A fin de cuentas la ciencia tiene que cambiar su pregunta básica: en lugar de ¿por qué?, trabaja con ¿cómo? ¿Cómo los eventos que presenciamos han llegado a ser como los observamos? Así evitamos el problema de la regresión hasta el principio, del cual no sabemos responder realmente. Una vez que tenemos un supuesto, más allá del cual renunciamos a indagar con las herramientas que actualmente tenemos, las ciencias fácticas pueden intentar explicar cómo se han venido generando los cambios y cómo se espera que continúen. Así que la ciencia no puede contestar todo. En el fondo hay un gran misterio: la singularidad. Si no pretendemos desentrañar más allá de este punto, la ciencia nos podrá conducir con relativo éxito. Nada podemos decir de nuevas herramientas y conocimientos que aún no tenemos y que por lo tanto no podemos confiarles la conclusión de que llegaremos a entenderlo todo.

Entender los cómos nos ha permitido llegar hasta donde estamos y todavía queda mucho camino por recorrer antes de llegar  frente a la singularidad. Si alguna vez estamos en este punto, ya veremos qué hacer, pues se habría terminado el estímulo que a lo largo de la historia nos ha ms ha mantenido ocupados, con la esperanza de entender. Por lo pronto, estamos ante un universo inmenso del cual vemos solo una minúscula fracción, calculada en alrededor del 5%, de modo que la ciencia aún tiene un muy largo camino por recorrer, contestando preguntas acerca del cómo ha sucedido el cambio a partir de una minúscula fracción de segundo tras el big bang. Detrás de este no parece que tengamos muchas herramientas, y en todo caso, quizá logremos llegar hasta un estadio previo al big bang, pero no al origen mismo, el cual se habrá retraído más allá de nuestro alcance.
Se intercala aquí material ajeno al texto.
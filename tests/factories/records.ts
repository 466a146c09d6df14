import { v7 } from 'uuid';
import type { Reading, Session } from '@/shared/schema/records';
import type { Change, Fields } from '@/shared/sync/protocol';
import { schemaVersion } from '@/shared/sync/syncTables';
import type { Guard, Row } from '@/shared/sync/merge';

/** A fresh record id. */
export const newId = (): string => v7();

/** A reading with every field filled, to be overridden where a test cares. */
export function readingFields(over: Partial<Reading> = {}): Reading {
  return {
    runId: newId(),
    rungId: null,
    readingOrdinal: 1,
    liftText: '0.300',
    liftUnit: 'in',
    flowText: '166',
    flowUnit: 'cfm',
    pressureText: '27.0',
    pressureUnit: 'inH2O',
    range: null,
    leakId: null,
    zeroId: null,
    isPressureRepeated: false,
    needleSwingText: null,
    needleSwingUnit: null,
    fan: 'notNoted',
    chips: [],
    isUsed: true,
    notUsedWhy: '',
    secondLook: 'none',
    byPersonId: newId(),
    deviceId: null,
    at: '2026-12-01T10:00:00.000Z',
    ...over,
  };
}

/** A session with every field filled. */
export function sessionFields(over: Partial<Session> = {}): Session {
  return {
    stageId: newId(),
    benchId: newId(),
    label: '0-001',
    state: 'open',
    settings: {
      standardPressureText: '28',
      standardPressureUnit: 'inH2O',
      flowUnit: 'cfm',
      pressureUnit: 'inH2O',
      liftUnit: 'in',
      decimalMark: '.',
      referenceAir: 'dry20C',
      showPowerEstimate: false,
      drawing: null,
      blowing: null,
    },
    liftPlan: [{ text: '0.100', unit: 'in' }],
    plannedBy: newId(),
    note: '',
    ...over,
  };
}

/** A change with its envelope filled. */
export function changeOf(over: Partial<Change> & { set?: Fields; base?: Fields }): Change {
  return {
    id: newId(),
    n: 1,
    kind: 'patch',
    table: 'readings',
    rid: newId(),
    sv: schemaVersion,
    by: newId(),
    at: '2026-12-01T10:00:00.000Z',
    base: {},
    set: {},
    ...over,
  };
}

export const openGuard: Guard = {
  source: 'device',
  sessionState: 'open',
  standing: 'open',
  parent: 'present',
  isSeenCurrent: true,
};

/** A stored record. */
export const rowOf = (fields: Fields, over: Partial<Row> = {}): Row => ({
  id: newId(),
  version: 1,
  deleted: false,
  fields,
  ...over,
});
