"""Every source against the solvents and solutes of the open gamma-infinity collection."""

import csv
from collections import Counter
from pathlib import Path

import numpy as np
import pytest

from groups.errors import NoVapourPressureError, UnsupportedStructureError
from groups.pure import vapour_pressure
from groups.structure.molecule import molecule_from_smiles

OPEN_DATA = Path(__file__).parents[4] / "shared" / "data" / "gamma_infinity.csv"


@pytest.mark.skipif(not OPEN_DATA.exists(), reason="the open data of ../shared/data are absent")
def test_nearly_every_liquid_of_the_open_collection_has_a_rising_vapour_pressure() -> None:
    with OPEN_DATA.open(encoding="utf-8") as text:
        rows = list(csv.DictReader(text))
    every = sorted({row[k] for row in rows for k in ("solute_smiles", "solvent_smiles")})
    sources: Counter[str] = Counter()
    T = np.linspace(150.0, 1000.0, 200)
    for smiles in every[::3]:
        try:
            curve = vapour_pressure(molecule_from_smiles(smiles))
        except (NoVapourPressureError, UnsupportedStructureError):
            sources["none"] += 1
            continue
        sources[curve.source] += 1
        assert np.all(np.diff(curve.ln_kPa(T)) > 0.0), smiles
        assert 0.0 < curve.uncertainty_ln < 5.0, smiles
    # Metals are refused and a tallow-like C87 alkane and phosphates have no estimate: 1 %.
    assert sources["none"] <= 0.02 * sources.total()
    assert sources["published"] >= 0.75 * sources.total()  # these liquids are well known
En los confines del pensamiento humano, del por qué y para qué, podemos pensar muchas cosas, pero la ciencia no es especulación, requiere demostraciones y pruebas y tal parece que estamos ante un muro de granito, ante el cual estamos armados con cinceles y martillos de goma. Podemos apelar a la confianza en nuestras capacidades, que a lo largo de milenios nos han sacado adelante. Bien. Tenemos confianza en que el futuro será igual al pasado, pero no estamos seguros de que sigan operando las mismas leyes más allá de la singularidad.  Avizoramos  un reto formidable y aún los científicos más recalcitrantes enfrentan una sola salida: la divinidad, más allá de figuras  fundadoras de religiones. ¿La ciencia encuentra a Dios? ¿La ciencia se rinde ante Dios?